** Problem to work on **
Out of the material that follows, write out exactly the lines from the line with "#include <limits>" to the line with "[[nodiscard]] constexpr Limit from_to(double", both ends included, and no others.

** Records supplied **
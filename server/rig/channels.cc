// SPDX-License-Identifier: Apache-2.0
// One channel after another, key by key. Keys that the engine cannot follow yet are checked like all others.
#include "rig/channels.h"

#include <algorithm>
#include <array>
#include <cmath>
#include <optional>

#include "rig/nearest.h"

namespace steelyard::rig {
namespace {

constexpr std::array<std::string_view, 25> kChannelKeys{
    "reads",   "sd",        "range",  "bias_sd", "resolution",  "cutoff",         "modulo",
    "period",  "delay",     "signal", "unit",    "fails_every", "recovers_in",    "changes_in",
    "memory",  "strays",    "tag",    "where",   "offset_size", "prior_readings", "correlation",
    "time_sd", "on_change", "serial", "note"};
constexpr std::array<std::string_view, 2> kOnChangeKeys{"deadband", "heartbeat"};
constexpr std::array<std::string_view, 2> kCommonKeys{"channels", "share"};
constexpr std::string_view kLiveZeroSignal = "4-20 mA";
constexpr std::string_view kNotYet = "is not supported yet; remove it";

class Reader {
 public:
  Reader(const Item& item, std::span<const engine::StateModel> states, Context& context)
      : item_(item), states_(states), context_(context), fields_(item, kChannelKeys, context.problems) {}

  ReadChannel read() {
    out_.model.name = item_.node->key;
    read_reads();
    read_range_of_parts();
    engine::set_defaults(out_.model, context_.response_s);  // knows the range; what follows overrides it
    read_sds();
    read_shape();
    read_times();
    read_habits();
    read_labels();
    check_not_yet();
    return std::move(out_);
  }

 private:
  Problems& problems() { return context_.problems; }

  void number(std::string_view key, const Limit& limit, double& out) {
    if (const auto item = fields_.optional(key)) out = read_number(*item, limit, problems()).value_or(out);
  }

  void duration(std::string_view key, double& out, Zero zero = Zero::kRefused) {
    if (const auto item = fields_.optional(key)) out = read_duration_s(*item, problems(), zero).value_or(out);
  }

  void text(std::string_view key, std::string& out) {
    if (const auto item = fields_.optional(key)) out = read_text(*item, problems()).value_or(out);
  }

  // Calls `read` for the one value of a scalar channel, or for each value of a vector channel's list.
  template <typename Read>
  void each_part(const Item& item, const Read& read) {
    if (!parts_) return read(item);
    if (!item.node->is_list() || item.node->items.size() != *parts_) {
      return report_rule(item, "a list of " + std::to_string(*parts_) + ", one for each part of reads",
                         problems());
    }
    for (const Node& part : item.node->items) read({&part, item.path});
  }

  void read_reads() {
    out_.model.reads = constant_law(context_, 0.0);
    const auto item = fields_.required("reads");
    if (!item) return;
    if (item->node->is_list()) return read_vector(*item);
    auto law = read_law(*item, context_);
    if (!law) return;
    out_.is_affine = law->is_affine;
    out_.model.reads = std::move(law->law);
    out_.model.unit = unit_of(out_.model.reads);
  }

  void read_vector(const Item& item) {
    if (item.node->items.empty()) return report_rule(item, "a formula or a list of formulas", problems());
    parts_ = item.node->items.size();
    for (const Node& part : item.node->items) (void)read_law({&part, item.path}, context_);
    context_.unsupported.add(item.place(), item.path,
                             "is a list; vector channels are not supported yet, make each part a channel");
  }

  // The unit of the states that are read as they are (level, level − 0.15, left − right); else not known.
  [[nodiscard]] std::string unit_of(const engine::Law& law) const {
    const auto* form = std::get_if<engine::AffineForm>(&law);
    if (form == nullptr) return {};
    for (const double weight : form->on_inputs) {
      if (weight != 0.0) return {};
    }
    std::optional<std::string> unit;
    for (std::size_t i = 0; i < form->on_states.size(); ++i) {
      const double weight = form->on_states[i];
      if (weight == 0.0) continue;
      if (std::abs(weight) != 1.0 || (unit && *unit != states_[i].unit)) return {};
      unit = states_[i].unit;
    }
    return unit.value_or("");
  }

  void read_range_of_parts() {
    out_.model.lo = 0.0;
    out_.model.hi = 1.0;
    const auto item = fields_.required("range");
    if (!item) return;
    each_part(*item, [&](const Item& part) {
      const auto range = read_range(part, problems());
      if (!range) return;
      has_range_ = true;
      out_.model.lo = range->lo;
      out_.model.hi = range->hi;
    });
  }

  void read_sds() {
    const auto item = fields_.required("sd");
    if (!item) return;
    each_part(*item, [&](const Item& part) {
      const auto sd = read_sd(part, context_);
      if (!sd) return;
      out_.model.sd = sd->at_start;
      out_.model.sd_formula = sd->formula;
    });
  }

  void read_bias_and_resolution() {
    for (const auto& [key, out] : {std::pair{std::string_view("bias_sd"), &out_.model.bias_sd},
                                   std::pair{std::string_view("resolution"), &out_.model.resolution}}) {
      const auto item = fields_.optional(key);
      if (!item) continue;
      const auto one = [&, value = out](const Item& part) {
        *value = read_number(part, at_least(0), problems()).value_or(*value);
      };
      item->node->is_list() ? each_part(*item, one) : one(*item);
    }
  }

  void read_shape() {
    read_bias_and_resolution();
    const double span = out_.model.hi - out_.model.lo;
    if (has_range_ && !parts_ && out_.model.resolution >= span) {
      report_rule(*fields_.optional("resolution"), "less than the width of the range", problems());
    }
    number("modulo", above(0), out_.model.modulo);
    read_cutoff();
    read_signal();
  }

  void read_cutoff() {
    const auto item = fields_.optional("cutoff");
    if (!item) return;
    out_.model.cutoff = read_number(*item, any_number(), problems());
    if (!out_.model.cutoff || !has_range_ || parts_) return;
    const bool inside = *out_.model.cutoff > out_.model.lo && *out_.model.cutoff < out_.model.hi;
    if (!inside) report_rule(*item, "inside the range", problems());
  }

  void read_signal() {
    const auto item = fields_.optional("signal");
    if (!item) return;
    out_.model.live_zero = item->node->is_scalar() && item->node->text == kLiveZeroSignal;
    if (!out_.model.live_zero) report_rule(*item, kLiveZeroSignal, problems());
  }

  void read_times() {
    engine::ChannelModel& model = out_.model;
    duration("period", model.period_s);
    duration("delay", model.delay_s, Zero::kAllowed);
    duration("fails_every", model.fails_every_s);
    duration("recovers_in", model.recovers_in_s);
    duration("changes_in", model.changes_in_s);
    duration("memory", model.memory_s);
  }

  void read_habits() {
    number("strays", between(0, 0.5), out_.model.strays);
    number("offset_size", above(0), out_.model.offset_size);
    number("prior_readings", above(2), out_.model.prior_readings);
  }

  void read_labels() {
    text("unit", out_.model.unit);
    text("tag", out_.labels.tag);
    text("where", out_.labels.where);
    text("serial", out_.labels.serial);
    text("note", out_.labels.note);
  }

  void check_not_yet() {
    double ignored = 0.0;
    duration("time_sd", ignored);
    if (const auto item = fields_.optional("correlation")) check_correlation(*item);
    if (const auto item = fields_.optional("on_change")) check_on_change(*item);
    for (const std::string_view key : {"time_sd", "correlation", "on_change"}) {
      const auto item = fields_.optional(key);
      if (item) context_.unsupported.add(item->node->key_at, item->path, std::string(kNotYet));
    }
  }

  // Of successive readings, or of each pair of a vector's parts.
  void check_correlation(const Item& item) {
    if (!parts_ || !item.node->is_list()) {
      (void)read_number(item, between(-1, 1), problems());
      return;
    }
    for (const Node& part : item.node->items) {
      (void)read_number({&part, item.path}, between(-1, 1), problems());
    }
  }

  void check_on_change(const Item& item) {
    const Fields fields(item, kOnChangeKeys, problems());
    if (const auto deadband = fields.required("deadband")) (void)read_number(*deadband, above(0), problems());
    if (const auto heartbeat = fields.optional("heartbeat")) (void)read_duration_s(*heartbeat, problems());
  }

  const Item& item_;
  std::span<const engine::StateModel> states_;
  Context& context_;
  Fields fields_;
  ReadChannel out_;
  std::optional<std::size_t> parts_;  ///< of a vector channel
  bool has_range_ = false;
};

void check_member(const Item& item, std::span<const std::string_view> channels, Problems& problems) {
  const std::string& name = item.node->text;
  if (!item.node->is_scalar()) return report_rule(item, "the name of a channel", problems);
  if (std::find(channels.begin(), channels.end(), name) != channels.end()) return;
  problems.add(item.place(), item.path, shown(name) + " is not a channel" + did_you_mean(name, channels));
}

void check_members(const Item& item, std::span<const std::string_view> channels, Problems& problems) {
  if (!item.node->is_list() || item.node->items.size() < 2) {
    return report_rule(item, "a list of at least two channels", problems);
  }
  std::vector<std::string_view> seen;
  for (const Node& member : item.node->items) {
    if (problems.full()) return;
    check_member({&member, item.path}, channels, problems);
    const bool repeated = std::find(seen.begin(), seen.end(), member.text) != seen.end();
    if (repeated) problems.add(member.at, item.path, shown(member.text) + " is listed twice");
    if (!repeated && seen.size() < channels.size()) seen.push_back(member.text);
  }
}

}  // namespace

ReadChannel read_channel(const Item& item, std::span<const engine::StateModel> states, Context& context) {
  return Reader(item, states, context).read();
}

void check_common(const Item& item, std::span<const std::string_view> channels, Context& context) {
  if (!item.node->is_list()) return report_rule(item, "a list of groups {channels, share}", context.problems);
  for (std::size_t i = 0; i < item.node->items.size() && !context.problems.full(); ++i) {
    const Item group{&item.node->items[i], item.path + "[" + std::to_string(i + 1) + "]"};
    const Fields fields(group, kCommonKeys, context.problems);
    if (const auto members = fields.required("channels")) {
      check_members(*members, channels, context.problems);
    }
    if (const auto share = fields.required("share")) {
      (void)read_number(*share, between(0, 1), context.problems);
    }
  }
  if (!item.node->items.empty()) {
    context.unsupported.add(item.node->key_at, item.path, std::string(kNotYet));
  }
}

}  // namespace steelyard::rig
==
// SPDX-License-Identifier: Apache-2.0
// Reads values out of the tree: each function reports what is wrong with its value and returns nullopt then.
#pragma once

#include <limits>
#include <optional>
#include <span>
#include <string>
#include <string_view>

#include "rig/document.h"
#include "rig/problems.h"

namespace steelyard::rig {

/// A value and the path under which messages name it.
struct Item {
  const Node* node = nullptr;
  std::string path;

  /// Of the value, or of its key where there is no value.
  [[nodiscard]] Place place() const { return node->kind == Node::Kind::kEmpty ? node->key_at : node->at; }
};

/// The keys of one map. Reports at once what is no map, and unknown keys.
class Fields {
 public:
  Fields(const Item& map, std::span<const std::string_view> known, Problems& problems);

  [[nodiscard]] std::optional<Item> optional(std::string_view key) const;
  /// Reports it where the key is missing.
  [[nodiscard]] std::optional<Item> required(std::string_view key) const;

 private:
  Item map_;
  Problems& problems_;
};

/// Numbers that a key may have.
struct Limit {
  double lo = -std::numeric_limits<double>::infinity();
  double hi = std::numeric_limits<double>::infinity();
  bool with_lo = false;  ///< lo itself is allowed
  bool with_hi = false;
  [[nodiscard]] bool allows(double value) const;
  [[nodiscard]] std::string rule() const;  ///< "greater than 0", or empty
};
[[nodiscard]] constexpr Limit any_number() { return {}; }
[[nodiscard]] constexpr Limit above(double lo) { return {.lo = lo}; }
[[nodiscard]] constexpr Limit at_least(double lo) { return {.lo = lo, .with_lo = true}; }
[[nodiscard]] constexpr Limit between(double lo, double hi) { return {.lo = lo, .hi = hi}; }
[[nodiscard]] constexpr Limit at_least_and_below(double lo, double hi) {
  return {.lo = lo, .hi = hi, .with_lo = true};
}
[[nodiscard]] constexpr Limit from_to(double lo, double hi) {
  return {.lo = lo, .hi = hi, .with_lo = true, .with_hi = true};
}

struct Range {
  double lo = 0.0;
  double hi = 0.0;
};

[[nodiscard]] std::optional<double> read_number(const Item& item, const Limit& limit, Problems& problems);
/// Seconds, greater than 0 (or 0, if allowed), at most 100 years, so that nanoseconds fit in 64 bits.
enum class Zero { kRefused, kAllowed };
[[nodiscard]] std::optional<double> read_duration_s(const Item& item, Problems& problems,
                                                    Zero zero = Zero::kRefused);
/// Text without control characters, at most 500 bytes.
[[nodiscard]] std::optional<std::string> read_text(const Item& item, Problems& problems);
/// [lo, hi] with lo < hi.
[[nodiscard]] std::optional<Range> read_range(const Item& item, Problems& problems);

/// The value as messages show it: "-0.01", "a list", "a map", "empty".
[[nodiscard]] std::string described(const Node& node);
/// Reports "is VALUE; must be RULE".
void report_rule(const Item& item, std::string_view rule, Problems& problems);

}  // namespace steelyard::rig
==
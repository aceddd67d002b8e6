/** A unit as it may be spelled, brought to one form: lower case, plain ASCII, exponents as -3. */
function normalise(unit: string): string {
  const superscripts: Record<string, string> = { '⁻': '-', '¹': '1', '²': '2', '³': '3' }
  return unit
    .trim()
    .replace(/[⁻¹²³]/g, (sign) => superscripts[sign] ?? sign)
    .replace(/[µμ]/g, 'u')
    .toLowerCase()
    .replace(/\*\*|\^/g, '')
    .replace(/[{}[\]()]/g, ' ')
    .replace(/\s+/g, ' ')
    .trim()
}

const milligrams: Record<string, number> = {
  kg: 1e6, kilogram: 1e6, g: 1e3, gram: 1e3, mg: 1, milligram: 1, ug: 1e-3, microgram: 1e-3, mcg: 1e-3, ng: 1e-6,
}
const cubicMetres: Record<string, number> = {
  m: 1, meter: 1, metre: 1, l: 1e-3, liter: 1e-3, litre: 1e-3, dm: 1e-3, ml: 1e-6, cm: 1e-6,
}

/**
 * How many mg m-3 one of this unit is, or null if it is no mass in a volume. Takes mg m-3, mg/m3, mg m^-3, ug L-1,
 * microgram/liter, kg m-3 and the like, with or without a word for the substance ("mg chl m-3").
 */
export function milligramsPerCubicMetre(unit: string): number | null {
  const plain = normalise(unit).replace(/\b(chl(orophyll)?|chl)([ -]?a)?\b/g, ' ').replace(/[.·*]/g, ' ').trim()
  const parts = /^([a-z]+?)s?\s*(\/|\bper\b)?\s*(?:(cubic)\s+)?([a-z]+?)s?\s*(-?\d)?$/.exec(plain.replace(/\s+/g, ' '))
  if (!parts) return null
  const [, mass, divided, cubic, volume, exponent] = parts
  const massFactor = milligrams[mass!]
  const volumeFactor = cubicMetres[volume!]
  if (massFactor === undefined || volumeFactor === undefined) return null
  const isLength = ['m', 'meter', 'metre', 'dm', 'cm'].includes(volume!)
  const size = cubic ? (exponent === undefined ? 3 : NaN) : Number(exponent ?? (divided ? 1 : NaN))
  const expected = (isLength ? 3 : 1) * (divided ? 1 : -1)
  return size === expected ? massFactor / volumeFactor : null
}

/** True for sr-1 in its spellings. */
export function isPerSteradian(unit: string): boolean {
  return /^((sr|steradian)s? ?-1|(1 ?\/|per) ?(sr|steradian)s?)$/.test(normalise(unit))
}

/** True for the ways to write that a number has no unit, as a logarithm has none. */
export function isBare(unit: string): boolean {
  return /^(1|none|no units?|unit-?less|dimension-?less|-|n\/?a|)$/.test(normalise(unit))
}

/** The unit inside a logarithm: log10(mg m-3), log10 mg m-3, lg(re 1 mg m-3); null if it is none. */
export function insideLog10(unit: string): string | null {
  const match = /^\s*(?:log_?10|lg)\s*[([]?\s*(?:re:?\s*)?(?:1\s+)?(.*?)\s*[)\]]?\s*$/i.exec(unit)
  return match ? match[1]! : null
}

** Response to the exercise **
#include <limits>
#include <optional>
#include <span>
#include <string>
#include <string_view>

#include "rig/document.h"
#include "rig/problems.h"

namespace steelyard::rig {

/// A value and the path under which messages name it.
struct Item {
  const Node* node = nullptr;
  std::string path;

  /// Of the value, or of its key where there is no value.
  [[nodiscard]] Place place() const { return node->kind == Node::Kind::kEmpty ? node->key_at : node->at; }
};

/// The keys of one map. Reports at once what is no map, and unknown keys.
class Fields {
 public:
  Fields(const Item& map, std::span<const std::string_view> known, Problems& problems);

  [[nodiscard]] std::optional<Item> optional(std::string_view key) const;
  /// Reports it where the key is missing.
  [[nodiscard]] std::optional<Item> required(std::string_view key) const;

 private:
  Item map_;
  Problems& problems_;
};

/// Numbers that a key may have.
struct Limit {
  double lo = -std::numeric_limits<double>::infinity();
  double hi = std::numeric_limits<double>::infinity();
  bool with_lo = false;  ///< lo itself is allowed
  bool with_hi = false;
  [[nodiscard]] bool allows(double value) const;
  [[nodiscard]] std::string rule() const;  ///< "greater than 0", or empty
};
[[nodiscard]] constexpr Limit any_number() { return {}; }
[[nodiscard]] constexpr Limit above(double lo) { return {.lo = lo}; }
[[nodiscard]] constexpr Limit at_least(double lo) { return {.lo = lo, .with_lo = true}; }
[[nodiscard]] constexpr Limit between(double lo, double hi) { return {.lo = lo, .hi = hi}; }
[[nodiscard]] constexpr Limit at_least_and_below(double lo, double hi) {
  return {.lo = lo, .hi = hi, .with_lo = true};
}
[[nodiscard]] constexpr Limit from_to(double lo, double hi) {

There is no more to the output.